====== Data shown

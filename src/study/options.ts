/** `occasions:` of the pipeline file. A CSV with a row per occasion. */
export interface OccasionOptions {
  readonly file: string;
  /** Column with the occasion's name. */
  readonly name: string;
  /** Columns with the first and last day (ISO dates unless `format` says otherwise). */
  readonly start: string;
  readonly end: string;
  readonly format: string;
  /** `whole years`: a length within 18 days of a whole number of years counts as that number. */
  readonly lengths: "exact" | "whole years";
  /** Column with the effort. */
  readonly effort?: string;
}

export interface LostOptions {
  readonly column: string;
  readonly values: readonly string[];
}

/** A row per capture: animal, date, and columns that are constant within the animal. */
export interface DatedCaptures {
  readonly layout: "dated";
  readonly file: string;
  readonly animal: string;
  readonly date: string;
  readonly format: string;
  readonly strata: readonly string[];
  readonly lost?: LostOptions;
}

/** A row per animal (or group of animals), a 0/1 column per occasion. */
export interface ZeroOneCaptures {
  readonly layout: "zero-one";
  readonly file: string;
  readonly animal: string;
  /** Column that says how many animals share the row; 1 if absent. */
  readonly number?: string;
  /** Occasion columns in order; by default the columns named as the occasions are. */
  readonly columns?: readonly string[];
  readonly strata: readonly string[];
  readonly lost?: LostOptions;
  /** Lengths of the intervals in years where there are no dated occasions; 1 each by default. */
  readonly lengths?: readonly number[];
}

/** Release–recapture counts: a row per release occasion, columns of later occasions. */
export interface CountCaptures {
  readonly layout: "counts";
  readonly file: string;
  /** Column that names the release occasion. */
  readonly releasedAt: string;
  /** Column with the number released. */
  readonly released: string;
  /** Columns of next recapture, in order of occasion; by default named as the occasions are. */
  readonly columns?: readonly string[];
  readonly strata: readonly string[];
  /** Lengths of the intervals in years where there are no dated occasions; 1 each by default. */
  readonly lengths?: readonly number[];
}

export type CaptureOptions = DatedCaptures | ZeroOneCaptures | CountCaptures;

/** A place that moves: a CSV with a row per dated position. */
export interface MovingPlaceOptions {
  readonly fixes: string;
  /** Column with the date, the time of day behind it (UTC, or with its offset). */
  readonly date: string;
  /** Pattern of the date without the time of day. */
  readonly format: string;
  readonly longitude: string;
  readonly latitude: string;
  /** Column that tells animals apart. */
  readonly animal?: string;
  /** Rows that are used, by column and value. */
  readonly where: Readonly<Record<string, string>>;
  readonly weigh: "fixes" | "time";
  readonly least: number;
}

/** A place: a feature of a GeoJSON file (point, polygon, multipolygon), a point written out, or one that moves. */
export type PlaceOptions =
  | MovingPlaceOptions
  | { readonly file: string; readonly where: Readonly<Record<string, string>> }
  | { readonly longitude: number; readonly latitude: number };

/** One entry of `ready-made:`: values that already stand one per interval. */
export interface ReadyMadeOptions {
  readonly file: string;
  /** Column with the interval's name, e.g. `2001 to 2002`. */
  readonly interval: string;
  /** Column → what it holds. */
  readonly columns: Readonly<Record<string, { readonly unit: string }>>;
}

============

The problem:
Beginning of the records through the line with "that number. */": return that span exactly and stop there.

Solved problem:
filename src/study/options.ts
/** `occasions:` of the pipeline file. A CSV with a row per occasion. */
export interface OccasionOptions {
  readonly file: string;
  /** Column with the occasion's name. */
  readonly name: string;
  /** Columns with the first and last day (ISO dates unless `format` says otherwise). */
  readonly start: string;
  readonly end: string;
  readonly format: string;
  /** `whole years`: a length within 18 days of a whole number of years counts as that number. */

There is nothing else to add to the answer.